Long-term potentiation as an electrophysiological assay for morphine dependence and withdrawal in rats: an in vitro study

Abstract

Using a long-term potentiation (LTP) method, we attempted to establish an electrophysiological assay for morphine dependence and withdrawal in rats in vitro. The field excitatory postsynaptic potential (fEPSP) and orthodromic population spikes (OPS) were recorded from stratums radiatum and pyramidale, respectively, of area CA1 following stimulation of Schaffer collaterals in control and morphine-dependent slices. To induce LTP, a 100 Hz primed-burst stimulation protocol was used.
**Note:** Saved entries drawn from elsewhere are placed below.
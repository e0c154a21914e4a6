//! Alarm rule kinds, their defaults and the checks on rule parameters.
//!
//! Defaults (the table is repeated in `docs/alarms.md` with the reasoning):
//!
//! | kind | limit | deadband | on-delay | off-delay | priority |
//! |---|---|---|---|---|---|
//! | `minimum-subcooling` | 3 K | 1 K | 15 s | 15 s | high |
//! | `minimum-superheat` | 5 K | 1 K | 15 s | 15 s | high |
//! | `minimum-dew-margin` | 5 K | 1 K | 60 s | 60 s | medium |
//! | `maximum-critical-pressure-fraction` | 0.90 | 0.02 | 15 s | 15 s | medium |
//! | `minimum-freezing-margin` | 2 K | 1 K | 15 s | 15 s | high |
//!
//! Sources: deadband and on/off-delay as the remedies for chattering alarms come from
//! IEC 62682:2014 / ANSI/ISA-18.2-2016. Their starting values follow the ISA-18.2 starting points
//! by signal type (pressure: 2 % of span and 15 s; temperature: 1 % of span and 60 s; `from
//! memory`, as tabulated in ISA-TR18.2.3): margins that follow the saturation temperature of a
//! measured pressure react like pressure (15 s); a gas-line dew margin moves with the line
//! temperature (60 s); 1 K is 1 % of a 100 K temperature span and 0.02 is 2 % of a span from 0 to
//! the critical pressure. The freezing margin keeps 15 s rather than 60 s because a tube can
//! freeze within minutes (`common practice`). The limits and priorities are `common practice`;
//! the 0.90 critical pressure fraction matches the service's own near-critical band (`GetState`
//! flags states within 10 % of the critical pressure).

use std::fmt;

use super::machine::{Bound, Limits};

/// What a rule watches.
#[derive(Debug, Clone, Copy, PartialEq, Eq, Hash)]
pub enum RuleKind {
    /// Subcooling below a limit: a liquid close to boiling.
    MinimumSubcooling,
    /// Superheat below a limit: a suction vapor close to its dew point.
    MinimumSuperheat,
    /// Dew margin below a limit: a gas line close to condensing.
    MinimumDewMargin,
    /// Pressure over critical pressure above a limit: close to the critical point.
    MaximumCriticalPressureFraction,
    /// Margin to the estimated freezing (or deposition) temperature below a limit.
    MinimumFreezingMargin,
}

/// How urgently an operator must respond.
#[derive(Debug, Clone, Copy, PartialEq, Eq, Hash, PartialOrd, Ord)]
pub enum Priority {
    /// Respond when convenient.
    Low,
    /// Respond soon.
    Medium,
    /// Respond at once.
    High,
}

impl Priority {
    /// Every priority, lowest first.
    pub const ALL: [Priority; 3] = [Priority::Low, Priority::Medium, Priority::High];

    /// The spelling in settings and messages: `low`, `medium`, `high`.
    pub fn name(self) -> &'static str {
        match self {
            Priority::Low => "low",
            Priority::Medium => "medium",
            Priority::High => "high",
        }
    }
}

/// The phase change a rule guards against.
#[derive(Debug, Clone, Copy, PartialEq, Eq, Hash)]
pub enum Transition {
    /// Liquid to vapor.
    Boiling,
    /// Vapor to liquid.
    Condensation,
    /// Liquid to solid.
    Freezing,
    /// Solid to vapor.
    Sublimation,
    /// Vapor to solid.
    Deposition,
    /// Liquid and vapor merging at the critical point.
    CriticalPoint,
}

impl Transition {
    /// The word used in messages.
    pub fn word(self) -> &'static str {
        match self {
            Transition::Boiling => "boiling",
            Transition::Condensation => "condensation",
            Transition::Freezing => "freezing",
            Transition::Sublimation => "sublimation",
            Transition::Deposition => "deposition",
            Transition::CriticalPoint => "critical-point approach",
        }
    }
}

/// A kind's default parameters.
#[derive(Debug, Clone, Copy, PartialEq)]
pub struct Defaults {
    /// Alarm limit, in the kind's unit.
    pub limit: f64,
    /// Deadband, in the kind's unit.
    pub deadband: f64,
    /// On-delay, s.
    pub on_delay_s: f64,
    /// Off-delay, s.
    pub off_delay_s: f64,
    /// Priority.
    pub priority: Priority,
}

/// Largest accepted delay: one day, in seconds.
pub const MAX_DELAY_S: f64 = 86_400.0;
/// Largest number of rules on one tag.
pub const MAX_RULES_PER_TAG: usize = 32;

impl RuleKind {
    /// Every kind, in the order of the proto enum.
    pub const ALL: [RuleKind; 5] = [
        RuleKind::MinimumSubcooling,
        RuleKind::MinimumSuperheat,
        RuleKind::MinimumDewMargin,
        RuleKind::MaximumCriticalPressureFraction,
        RuleKind::MinimumFreezingMargin,
    ];

    /// The spelling in settings, rule names and messages, e.g. `minimum-subcooling`.
    pub fn name(self) -> &'static str {
        match self {
            RuleKind::MinimumSubcooling => "minimum-subcooling",
            RuleKind::MinimumSuperheat => "minimum-superheat",
            RuleKind::MinimumDewMargin => "minimum-dew-margin",
            RuleKind::MaximumCriticalPressureFraction => "maximum-critical-pressure-fraction",
            RuleKind::MinimumFreezingMargin => "minimum-freezing-margin",
        }
    }

    /// The quantity watched, as written in messages.
    pub fn quantity(self) -> &'static str {
        match self {
            RuleKind::MinimumSubcooling => "subcooling",
            RuleKind::MinimumSuperheat => "superheat",
            RuleKind::MinimumDewMargin => "dew margin",
            RuleKind::MaximumCriticalPressureFraction => "pressure fraction of critical",
            RuleKind::MinimumFreezingMargin => "margin to freezing",
        }
    }

    /// Which side of the limit is abnormal.
    pub fn bound(self) -> Bound {
        match self {
            RuleKind::MaximumCriticalPressureFraction => Bound::Maximum,
            _ => Bound::Minimum,
        }
    }

    /// Whether the kind's value is a fraction (else a temperature difference in kelvin).
    pub fn is_fraction(self) -> bool {
        self == RuleKind::MaximumCriticalPressureFraction
    }

    /// The unit suffix used in messages: ` K` or nothing for a fraction.
    pub fn unit(self) -> &'static str {
        if self.is_fraction() { "" } else { " K" }
    }

    /// Formats a value of this kind for messages: `2.45 K` or `0.912`.
    pub fn format(self, value: f64) -> String {
        if self.is_fraction() {
            format!("{value:.3}")
        } else {
            format!("{value:.2} K")
        }
    }

    /// Valid range of the limit.
    pub fn limit_range(self) -> (f64, f64) {
        if self.is_fraction() {
            (0.0, 2.0)
        } else {
            (-100.0, 200.0)
        }
    }

    /// Largest deadband.
    pub fn max_deadband(self) -> f64 {
        if self.is_fraction() { 0.5 } else { 50.0 }
    }

    /// The kind's defaults (see the module documentation for their sources).
    pub fn defaults(self) -> Defaults {
        match self {
            // common practice: a refrigerant pump needs a few kelvin of subcooling at its suction
            // (its NPSH margin); delays after the ISA-18.2 pressure starting point (from memory).
            RuleKind::MinimumSubcooling => Defaults {
                limit: 3.0,
                deadband: 1.0,
                on_delay_s: 15.0,
                off_delay_s: 15.0,
                priority: Priority::High,
            },
            // common practice: about 5 K of suction superheat keeps liquid out of a compressor.
            RuleKind::MinimumSuperheat => Defaults {
                limit: 5.0,
                deadband: 1.0,
                on_delay_s: 15.0,
                off_delay_s: 15.0,
                priority: Priority::High,
            },
            // common practice: keep a gas line about 5 K above its dew point; delays after the
            // ISA-18.2 temperature starting point (from memory).
            RuleKind::MinimumDewMargin => Defaults {
                limit: 5.0,
                deadband: 1.0,
                on_delay_s: 60.0,
                off_delay_s: 60.0,
                priority: Priority::Medium,
            },
            // common practice, and the service's near-critical band (within 10 % of Pc).
            RuleKind::MaximumCriticalPressureFraction => Defaults {
                limit: 0.90,
                deadband: 0.02,
                on_delay_s: 15.0,
                off_delay_s: 15.0,
                priority: Priority::Medium,
            },
            // common practice: chiller freeze protection acts a couple of kelvin above freezing.
            RuleKind::MinimumFreezingMargin => Defaults {
                limit: 2.0,
                deadband: 1.0,
                on_delay_s: 15.0,
                off_delay_s: 15.0,
                priority: Priority::High,
            },
        }
    }

    /// The phase change this kind guards against, where it does not depend on the state (the
    /// freezing margin's does: see [`freezing_transition`]).
    pub fn fixed_transition(self) -> Option<Transition> {
        match self {
            RuleKind::MinimumSubcooling => Some(Transition::Boiling),
            RuleKind::MinimumSuperheat | RuleKind::MinimumDewMargin => {
                Some(Transition::Condensation)
            }
            RuleKind::MaximumCriticalPressureFraction => Some(Transition::CriticalPoint),
            RuleKind::MinimumFreezingMargin => None,
        }
    }

    /// What the transition means for the plant, for messages.
    pub fn consequence(self, transition: Transition) -> &'static str {
        match (self, transition) {
            (RuleKind::MinimumSubcooling, _) => {
                "the liquid is close to boiling: a pump drawing from this line may cavitate"
            }
            (RuleKind::MinimumSuperheat, _) => {
                "the vapor is close to its dew point: a compressor on this suction may take liquid"
            }
            (RuleKind::MinimumDewMargin, _) => {
                "the gas is close to its dew point: liquid may condense in the line"
            }
            (RuleKind::MaximumCriticalPressureFraction, _) => {
                "the pressure is approaching the critical pressure: liquid and vapor merge there, \
                 the plant behaves differently and the model's accuracy falls"
            }
            (RuleKind::MinimumFreezingMargin, Transition::Deposition) => {
                "below the triple-point pressure solid may deposit straight from the vapor (for \
                 carbon dioxide, dry ice)"
            }
            (RuleKind::MinimumFreezingMargin, Transition::Sublimation) => {
                "the state lies in the estimated solid region below the triple-point pressure: \
                 solid is present and will sublimate on warming, raising the pressure if trapped"
            }
            (RuleKind::MinimumFreezingMargin, _) => {
                "the liquid is close to freezing: ice can block or burst a tube"
            }
        }
    }
}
Although morphine exposure had excitatory effects on control slices, namely, an increase in the amplitude of primary population spikes (PSs) and appearance of extra PSs, slices taken from dependent rats demonstrated tolerance to morphine. LTP of the fEPSP was not changed in slices from dependent animals although dependent slices did show an enhanced OPS LTP compared to control ones, which was attenuated by morphine exposure. In the presence of morphine, naloxone caused a withdrawal phenomenon; apparent as a robust enhanced OPS LTP in dependent slices. So we propose morphine-naloxone withdrawn slices as a suitable in vitro withdrawal-like model. Such an in vitro preparation could provide a convenient practical experimental tool for examination of the probable molecular and cellular mechanisms involved in withdrawal states.